Two such adult cats would be better than kittens, as they’re already more settled; but, if you’re getting cats who don’t know each other already, then in your circumstances get kittens as they’ll make friends faster. But elfkin has it right: take an already-bonded pair if you can.
Let them sleep on your bed; that way they’ll have at least some time with you even when you’re asleep. And do of course give them what attention you can when you’re home. But getting two will provide a lot of their social needs. Also they can exercise each other.
Try to bring them home when you’re about to get some time off; at least a weekend.
Echoing the above: get a bonded pair.
Two years ago, our cats Rocky and Oliver were 11 and 13 respectively. They had been together all of Rocky’s life. Oliver passed away, and suddenly, when the humans were all at work or school, Rocky was alone for the first time in his life.
We quickly decided we needed another cat. We found a good candidate being fostered a few miles from us, so we went over to meet him. It turned out it was he and his sister, and they were six months old. We fell in love with both of them, and we didn’t want to break up a happy family, so Irving and Ophelia came home with us. They came with those names, which were too cool to change.
Now, as my daughter says, Rocky is a “gruncle” (grumpy old uncle). They all get along well, and The Kids love Rocky. Though sometimes, as The Kids are rampaging around the house, it seems Rocky is thinking “why did you people bring these little shits into my house?”

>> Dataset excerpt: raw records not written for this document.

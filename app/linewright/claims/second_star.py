"""A second star: its lines are the features that the first star's leave unexplained.

Those features vote again. A second velocity is believed only with a margin well above the
one that declares a first, away from the first star's own lines, and when it names a fair
part of what it was asked to explain.
"""

from __future__ import annotations

from dataclasses import replace

import numpy as np

from ..spectra.medium import C_KM_S
from .populations import Component
from .velocity import stellar_vote, typical_width, vote_sigma

MARGIN = 25.0  # log-likelihood over chance and rivals; see the study of single stars
SHARE = 0.25  # of the open features that must stand on lines of the second star
MIN_FEATURES = 12
FAINTER = -0.3  # dex: strength of the second star's lines before anything is known


def find_second_star(setting, solution, star: Component, temperature: float) -> list[Component]:
    """The second star's component, or nothing.

    solution: the mixture with the first star alone; temperature: excitation temperature, K.
    """
    f = setting.features
    open_rows = np.nonzero((solution.unlisted > 0.5) & (f.sign > 0))[0]
    if len(open_rows) < MIN_FEATURES or setting.options.velocity is not None:
        return []
    low, high = setting.options.velocity_range
    result = stellar_vote(
        f.take(open_rows), setting.catalogue, setting.absorption(temperature), (low, high)
    )
    apart = abs(result.velocity - star.velocity) > max(typical_width(f), 5.0)
    if not (result.margin >= MARGIN and apart):
        return []
    if _explained(setting, open_rows, result.velocity, temperature) < SHARE:
        return []
    return [replace(star, velocity=result.velocity, error=result.error, log_ratio=FAINTER)]


def _explained(setting, rows, velocity: float, temperature: float) -> float:
    """Share of the open features within 3 sigma of a strong line at ``velocity``, less chance."""
    f = setting.features
    strength = setting.absorption(temperature)
    usable = np.nonzero(np.isfinite(strength))[0]
    inside = (setting.catalogue.wave[usable] > setting.coverage[0, 0]) & (
        setting.catalogue.wave[usable] < setting.coverage[-1, 1]
    )
    usable = usable[inside]
    count = min(2 * len(rows), len(usable))
    strong = np.sort(usable[np.argsort(-strength[usable], kind="stable")[:count]])
    place = setting.catalogue.wave[strong] * (1 + velocity / C_KM_S)
    if len(place) < 2:
        return 0.0
    reach = 3.0 * vote_sigma(f, rows)

    def hits(shift):
        x = f.wave[rows] + shift
        i = np.clip(np.searchsorted(place, x), 1, len(place) - 1)
        return np.mean(np.minimum(np.abs(place[i] - x), np.abs(place[i - 1] - x)) < reach)

    chance = np.mean([hits(s) for s in (-1.7, -0.9, 0.8, 1.6)])
    return float(hits(0.0) - chance)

You should adopt two cats.They’ll keep each other company when you’re not their.
And let them sleep with you in bed. This gives them maximum time with you. But mostly, why the hell do people with pets not let them sleep on the bed?That’s the whole reason for having a pet.
As for the adoption process: dedicate a couple days to this full-time. Maybe take a Friday off work so you have a long weekend.
When you bring the kitties home, spend all two or three days with them. Don’t go out for more than an hour or two at time. Then spend all day just sitting around, quietly. No jumping up, making sudden moves or loud noises (Don’t let doors slam). Spend as much time as you can sitting on the floor. Don’t go running after the cats. Let them run around and explore the house. It’s a strange new world to them, and it’s scary. Let the cats explore everything and learn that it’s a stable, safe environment. Do not move any of the furniture…that’s like an earthquake to the poor kitties; it completely shakes up the reference points they use to navigate ( the spots with the comfy cushions, and the “safe spaces” and crannies to hide behind if necessary.)
Stay quiet and calm, and they will calm down quickly too.
Then when they come over to you and jump on your lap, you know you’ve made friends for life.
And remember the rule about kittie pics…we’re all waiting.
Maybe someone should suggest adopting a bonded pair of cats.
Another vote for a bonded pair!!
Another vote for a bonded pair.
Or a litter, like the man in London who found a cat had given birth under his bed. He seems quite happy.
(He does, actually, seem very happy.)
So, you’re suggesting a serval?
A friend has one, and based on his experience, I’d say Noooooooooo.
Many thanks for your kind thoughts and support.
I think these two might just fit the bill.
If I do get them then I’ll be sure to post pics and ask for name change suggestion. The cats are perfect, the names, not so much.
Kitty kitty kitties! they do, indeed, look like a good choice (presuming that you’re prepared for them to Kitten all over your housing. Got all your breakables put away, clear up to the ceiling? And put away in cabinets/closets they can’t get into? 7 month kittens will get into, onto, over, and under absolutely everything, and do so at full gallop.)
(That’s not a calico, by the way. And if they’re more correct about the sex than the color, it would be surprising if he were.)
Pretty kitties! I rather like the names, though you could change “Brussel” to “Bean.”
I’m a recent cat adoptee and convert, so I say yes, but get two. I got the cat for my dog, and they keep each other good company during the day when I’m at work.